Strayer and Drews (2007) obtained stronger evidence that using mobile phones impairs attentional processes in another experiment. Participants responded as rapidly as possible to the onset of the brake lights on the car in front and event-related potentials (ERPs; see Glossary) were recorded. The magnitude of the P300 (a positive wave associated with attention) was reduced by 50% in mobile-phone users.

Second, Strayer et al. (2011) discussed an unpublished study in which drivers’ eye movements on a simulated driving task were recorded. Drivers using hands-free phones were more likely than non-phone users to focus almost exclusively on the road ahead and so were less likely to see peripheral objects. This reduced attentional flexibility of non-phone users can be very dangerous if, for example, a young child is by the side of the road.

Spelke et al. (1976) found practice can dramatically improve people’s ability to perform two tasks together. However, their findings are hard to interpret for various reasons. First, they focused on accuracy measures, which can be less sensitive to dual-task interference than speed measures. Second, the reading task gave Diane and John flexibility in terms of when they attended to the reading matter, and so they may have alternated attention between tasks. More controlled research on the effects of practice on dual-task performance is discussed later.

When people perform two tasks during the same time period, they might do so by using serial or parallel processing. Serial processing involves switching attention backwards and forwards between the two tasks with only one task being attended to and processed at any given moment. In contrast, parallel processing involves attending to (and processing) both tasks at the same time.

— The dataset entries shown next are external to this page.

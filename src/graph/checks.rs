//! Whole-graph checks made once every block and wire is known: required
//! inputs are wired, items flow one way (no cycles), and values that cannot
//! make sense together are refused.

use super::error::GraphError;
use super::resolve::{Builder, ResolvedBlock};
use lobeflow_blocks::Value;

pub(super) fn required_inputs(b: &Builder, exposed: &[(usize, usize)]) -> Result<(), GraphError> {
    for (i, blk) in b.blocks.iter().enumerate() {
        for (p, port) in blk.spec.inputs.iter().enumerate() {
            if port.required && !b.wire_into.contains_key(&(i, p)) && !exposed.contains(&(i, p)) {
                return Err(GraphError {
                    file: blk.file.clone(),
                    line: blk.line,
                    column: 3,
                    message: format!("input '{}' of block '{}' ({}) is not wired", port.name, blk.name, blk.spec.kind),
                    hint: Some(format!(
                        "add a chain ending in '{}.{}' ({})",
                        blk.name.rsplit('/').next().unwrap_or(&blk.name),
                        port.name,
                        port.kind.name()
                    )),
                });
            }
        }
    }
    Ok(())
}

pub(super) fn no_cycles(b: &Builder) -> Result<(), GraphError> {
    // Depth-first search with an explicit stack (a chain of many thousand
    // blocks must not exhaust the thread's stack); colour 1 = on the path,
    // 2 = done. `path` holds (block, next outgoing wire to try).
    let n = b.blocks.len();
    let mut out_wires: Vec<Vec<usize>> = vec![Vec::new(); n];
    for (wi, w) in b.wires.iter().enumerate() {
        out_wires[w.from.0].push(wi);
    }
    let mut colour = vec![0u8; n];
    for root in 0..n {
        if colour[root] != 0 {
            continue;
        }
        colour[root] = 1;
        let mut path: Vec<(usize, usize)> = vec![(root, 0)];
        while let Some(&mut (v, ref mut next)) = path.last_mut() {
            let Some(&wi) = out_wires[v].get(*next) else {
                colour[v] = 2;
                path.pop();
                continue;
            };
            *next += 1;
            let u = b.wires[wi].to.0;
            if colour[u] == 1 {
                let start = path.iter().position(|&(x, _)| x == u).unwrap_or(0);
                let mut names: Vec<&str> = path[start..].iter().map(|&(i, _)| b.blocks[i].name.as_str()).collect();
                names.push(names[0]);
                let (src, at) = &b.wire_at[wi];
                return Err(src
                    .error(at, format!("the wiring has a cycle: {}", names.join(" -> ")))
                    .with_hint("items flow one way; break the loop"));
            }
            if colour[u] == 0 {
                colour[u] = 1;
                path.push((u, 0));
            }
        }
    }
    Ok(())
}

/// Values that cannot make sense together, caught before a run: a guard at
/// least as long as the dwell it is cut from (every sample left out), and
/// lobe pairs naming a lobe that no gate upstream produces (no estimate
/// could ever be paired).
pub(super) fn physical_sanity(b: &Builder) -> Result<(), GraphError> {
    for blk in &b.blocks {
        guard_within_dwell(blk)?;
    }
    let mut into: Vec<Vec<usize>> = vec![Vec::new(); b.blocks.len()];
    for w in &b.wires {
        into[w.to.0].push(w.from.0);
    }
    for (i, blk) in b.blocks.iter().enumerate() {
        let Ok(pairs) = blk.params.lobe_pairs("pairs") else { continue };
        let gates = upstream_gates(b, &into, i);
        let Some(&(gate, _)) = gates.first() else { continue };
        let known: Vec<String> = gates.iter().flat_map(|(_, lobes)| lobes.iter().cloned()).collect();
        for lobe in pairs.iter().flat_map(|p| [&p.plus, &p.minus]) {
            if !known.contains(lobe) {
                return Err(param_error(
                    blk,
                    "pairs",
                    format!(
                        "parameter 'pairs' of block '{}' names lobe '{lobe}', but block '{}' upstream switches only {}",
                        blk.name,
                        b.blocks[gate].name,
                        known.join(", ")
                    ),
                )
                .hint_closest(
                    lobe,
                    known.iter().map(String::as_str),
                    "name lobes of the gate's 'lobes' list",
                ));
            }
        }
    }
    Ok(())
}

fn guard_within_dwell(blk: &ResolvedBlock) -> Result<(), GraphError> {
    let (Some(guard), Some(dwell)) = (blk.params.get("guard"), blk.params.get("dwell")) else {
        return Ok(());
    };
    // Only values in the same unit compare before the rate is known; the
    // gate checks the rest when it starts.
    let same = match (guard, dwell) {
        (Value::Seconds(g), Value::Seconds(d))
        | (Value::Samples(g), Value::Samples(d))
        | (Value::Pulses(g), Value::Pulses(d)) => Some((*g, *d)),
        _ => None,
    };
    match same {
        Some((g, d)) if d > 0.0 && g >= d => Err(param_error(
            blk,
            "guard",
            format!(
                "block '{}': guard {guard} is not shorter than the dwell {dwell}; every sample of every dwell would be left out",
                blk.name
            ),
        )
        .with_hint("a guard covers the switch transient only: a small fraction of the dwell")),
        _ => Ok(()),
    }
}

/// The gates (blocks with a `lobes` list) that feed block `i`, nearest first.
fn upstream_gates(b: &Builder, into: &[Vec<usize>], i: usize) -> Vec<(usize, Vec<String>)> {
    let mut seen = vec![false; b.blocks.len()];
    let mut queue = std::collections::VecDeque::from([i]);
    let mut gates = Vec::new();
    while let Some(v) = queue.pop_front() {
        for &u in &into[v] {
            if std::mem::replace(&mut seen[u], true) {
                continue;
            }
            match b.blocks[u].params.get("lobes") {
                Some(Value::Names(lobes)) => gates.push((u, lobes.clone())),
                _ => queue.push_back(u),
            }
        }
    }
    gates
}

/// An error at the place parameter `name` of `blk` is written (its block
/// when it was left to its default).
fn param_error(blk: &ResolvedBlock, name: &str, message: String) -> GraphError {
    let (line, column) = blk.places.get(name).copied().unwrap_or((blk.line, blk.column));
    GraphError { file: blk.file.clone(), line, column, message, hint: None }
}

There has been much theoretical controversy on the issue of serial vs. parallel processing. What has been insufficiently emphasised is that processing is often relatively flexible. Lehle et al. (2009) trained people to engage in serial or parallel processing when performing two tasks together. Those using serial processing performed better but found the tasks more effortful. Serial processing was effortful because it required inhibiting processing of one task while the other task is performed.

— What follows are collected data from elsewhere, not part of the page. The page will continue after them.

/// A whole graph, checked and flattened.
#[derive(Clone, Debug)]
pub struct ResolvedGraph {
    pub path: PathBuf,
    pub title: String,
    pub about: String,
    pub settings: Vec<KnobValue>,
    pub blocks: Vec<ResolvedBlock>,
    pub wires: Vec<Wire>,
}

impl KnobValue {
    /// The value as it will be read: a bare number with the knob's unit.
    pub fn value_text(&self) -> String {
        match (&self.value, self.unit.as_deref()) {
            (RawValue::Number(n), Some(u)) if !u.is_empty() => format!("{n} {u}"),
            (v, _) => v.to_string(),
        }
    }
}

impl ResolvedGraph {
    pub fn block_index(&self, name: &str) -> Option<usize> {
        self.blocks.iter().position(|b| b.name == name)
    }
}

/// What a local name in one file's scope stands for.
enum Local {
    Block(usize),
    Composite { inputs: Vec<(String, (usize, usize))>, outputs: Vec<(String, (usize, usize))> },
}

/// Most graph files nested through `use:` (each level costs stack; real
/// graphs nest two or three deep).
pub const MAX_USE_DEPTH: usize = 64;

pub(super) struct Builder<'r> {
    registry: &'r Registry,
    pub(super) blocks: Vec<ResolvedBlock>,
    pub(super) wires: Vec<Wire>,
    pub(super) wire_at: Vec<(Arc<Source>, Vec<Seg>)>,
    /// The wire into each connected input, to find a second one at once.
    pub(super) wire_into: HashMap<(usize, usize), usize>,
    /// Files being expanded, to catch a file that includes itself.
    stack: Vec<PathBuf>,
}

/// Load `path`, apply `overrides`, expand and check everything.
pub fn resolve(path: &Path, overrides: &Overrides, registry: &Registry) -> Result<ResolvedGraph, GraphError> {
    let file = GraphFile::load(path)?;
    let mut settings = settle_knobs(&file, BTreeMap::new(), true)?;
    for o in &overrides.items {
        let Some(k) = settings.get_mut(&o.name) else {
            let names: Vec<&str> = file.settings.iter().map(|k| k.name.as_str()).collect();
            let (f, line) = match &o.origin {
                Origin::ParamsFile { file, line } => (file.clone(), *line),
                _ => (PathBuf::from("--set"), 0),
            };
            return Err(GraphError {
                file: f,
                line,
                column: 1,
                message: format!("knob '{}' is not defined by {}", o.name, path.display()),
                hint: None,
            }
            .hint_closest(&o.name, names.iter().copied(), &format!("its settings: {}", names.join(", "))));
        };
        k.value = o.value.clone();
        k.origin = o.origin.clone();
        k.base = o.base.clone();
    }
    settle_auto(&mut settings)?;
    for decl in &file.settings {
        if matches!(settings[&decl.name].value, RawValue::List(ref l) if l.is_empty()) {
            return Err(file
                .source
                .error(&[key("settings"), key(&decl.name)], format!("knob '{}' has no value", decl.name))
                .with_hint(format!("give it a default, or set it: --set {}=VALUE", decl.name)));
        }
    }
    let mut b = Builder {
        registry,
        blocks: Vec::new(),
        wires: Vec::new(),
        wire_at: Vec::new(),
        wire_into: HashMap::new(),
        stack: vec![canonical(path)],
    };
    let scope = expand(&file, "", &settings, &mut b)?;
    // A composite checked on its own: the inputs it exposes are wired by
    // whoever uses it, so they count as wired here.
    let mut exposed = Vec::new();
    for (pname, target) in &file.exposes.inputs {
        let at = [key("exposes"), key("inputs"), key(pname)];
        exposed.push(input_end(&scope, target, None, &file.source, &at, &b)?);
    }
    super::checks::required_inputs(&b, &exposed)?;
    super::checks::no_cycles(&b)?;
    super::checks::physical_sanity(&b)?;
    let ordered: Vec<KnobValue> = file.settings.iter().map(|d| settings[&d.name].clone()).collect();
    Ok(ResolvedGraph {
        path: path.to_path_buf(),
        title: file.title.clone(),
        about: file.about.clone(),
        settings: ordered,
        blocks: b.blocks,
        wires: b.wires,
    })
}

/// Settings given as `auto` are measured from the start of the graph's
/// capture (src/inspect/params.rs); the error names the first such setting.
fn settle_auto(settings: &mut BTreeMap<String, KnobValue>) -> Result<(), GraphError> {
    let given: Vec<(&str, &RawValue, &Path)> =
        settings.values().map(|k| (k.name.as_str(), &k.value, k.base.as_path())).collect();
    match crate::inspect::settle_auto(&given) {
        Ok(found) => {
            for (name, value, how) in found {
                if let Some(k) = settings.get_mut(&name) {
                    k.value = RawValue::Text(value);
                    k.origin = Origin::Measured(how);
                }
            }
            Ok(())
        }
        Err((name, message)) => {
            let (file, line) = match &settings[&name].origin {
                Origin::ParamsFile { file, line } | Origin::Default { file, line } => (file.clone(), *line),
                _ => (PathBuf::from("--set"), 0),
            };
            Err(GraphError { file, line, column: 1, message, hint: None })
        }
    }
}

fn canonical(p: &Path) -> PathBuf {
    p.canonicalize().unwrap_or_else(|_| p.to_path_buf())
}

/// Knob values from the file's defaults, then from `given` (a parent's set).
/// A knob with no value yet holds an empty list, caught by the caller.
/// `top` is false for a composite's file.
fn settle_knobs(
    file: &GraphFile,
    mut given: BTreeMap<String, KnobValue>,
    top: bool,
) -> Result<BTreeMap<String, KnobValue>, GraphError> {
    let src = &file.source;
    let mut out = BTreeMap::new();
    for d in &file.settings {
        let (line, _) = src.locate(&[key("settings"), key(&d.name)]);
        let file = src.path.clone();
        let default_unit = match &d.default {
            Some(RawValue::Text(t)) => lobeflow_blocks::param::unit_word(t).map(str::to_string),
            _ => None,
        };
        let mut v = KnobValue {
            name: d.name.clone(),
            value: d.default.clone().unwrap_or(RawValue::List(Vec::new())),
            unit: d.unit.clone().filter(|u| !u.is_empty()).or(default_unit),
            doc: d.doc.clone(),
            origin: if top { Origin::Default { file, line } } else { Origin::CompositeDefault { file, line } },
            base: src.dir(),
        };
        if let Some(g) = given.remove(&d.name) {
            v.value = g.value;
            v.unit = v.unit.or(g.unit);
            v.origin = g.origin;
            v.base = g.base;
        }
        out.insert(d.name.clone(), v);
    }
    Ok(out)
}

Lehle and Hübner (2009) also instructed people to perform two tasks together in a serial or parallel fashion, and found they obeyed instructions. Those instructed to use parallel processing performed much worse than those using serial processing. However, most participants receiving no specific instructions tended to favour parallel processing.

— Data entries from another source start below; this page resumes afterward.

//! Whole-graph checks made once every block and wire is known: required
//! inputs are wired, and items flow one way (no cycles).

use super::error::GraphError;
use super::resolve::Builder;

pub(super) fn required_inputs(b: &Builder, exposed: &[(usize, usize)]) -> Result<(), GraphError> {
    for (i, blk) in b.blocks.iter().enumerate() {
        for (p, port) in blk.spec.inputs.iter().enumerate() {
            if port.required && !b.wires.iter().any(|w| w.to == (i, p)) && !exposed.contains(&(i, p)) {
                return Err(GraphError {
                    file: blk.file.clone(),
                    line: blk.line,
                    column: 3,
                    message: format!("input '{}' of block '{}' ({}) is not wired", port.name, blk.name, blk.spec.kind),
                    hint: Some(format!(
                        "add a chain ending in '{}.{}' ({})",
                        blk.name.rsplit('/').next().unwrap_or(&blk.name),
                        port.name,
                        port.kind.name()
                    )),
                });
            }
        }
    }
    Ok(())
}

pub(super) fn no_cycles(b: &Builder) -> Result<(), GraphError> {
    // Depth-first search; colour 1 = on the stack, 2 = done.
    let n = b.blocks.len();
    let mut colour = vec![0u8; n];
    fn visit(v: usize, b: &Builder, colour: &mut [u8], path: &mut Vec<usize>) -> Option<(Vec<usize>, usize)> {
        colour[v] = 1;
        path.push(v);
        for (wi, w) in b.wires.iter().enumerate().filter(|(_, w)| w.from.0 == v) {
            let u = w.to.0;
            if colour[u] == 1 {
                let start = path.iter().position(|&x| x == u).unwrap_or(0);
                return Some((path[start..].to_vec(), wi));
            }
            if colour[u] == 0
                && let Some(c) = visit(u, b, colour, path)
            {
                return Some(c);
            }
        }
        path.pop();
        colour[v] = 2;
        None
    }
    for v in 0..n {
        if colour[v] == 0 {
            let mut path = Vec::new();
            if let Some((cycle, wi)) = visit(v, b, &mut colour, &mut path) {
                let mut names: Vec<&str> = cycle.iter().map(|&i| b.blocks[i].name.as_str()).collect();
                names.push(names[0]);
                let (src, at) = &b.wire_at[wi];
                return Err(src
                    .error(at, format!("the wiring has a cycle: {}", names.join(" -> ")))
                    .with_hint("items flow one way; break the loop"));
            }
        }
    }
    Ok(())
}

Lehle and Hübner used simple tasks (both involved deciding whether digits were odd or even). Han and Marois (2013) used two tasks, one of which (pressing different keys to each of eight different sounds) was much harder than Lehle and Hübner’s tasks. The findings were very different. Even when parallel processing was more efficient and was encouraged by financial rewards, participants engaged in serial processing. The difference in findings between the two studies probably reflects the problems in using parallel processing with difficult tasks. There is a more detailed discussion of the role of parallel and serial processing in dual-task performance later in the chapter.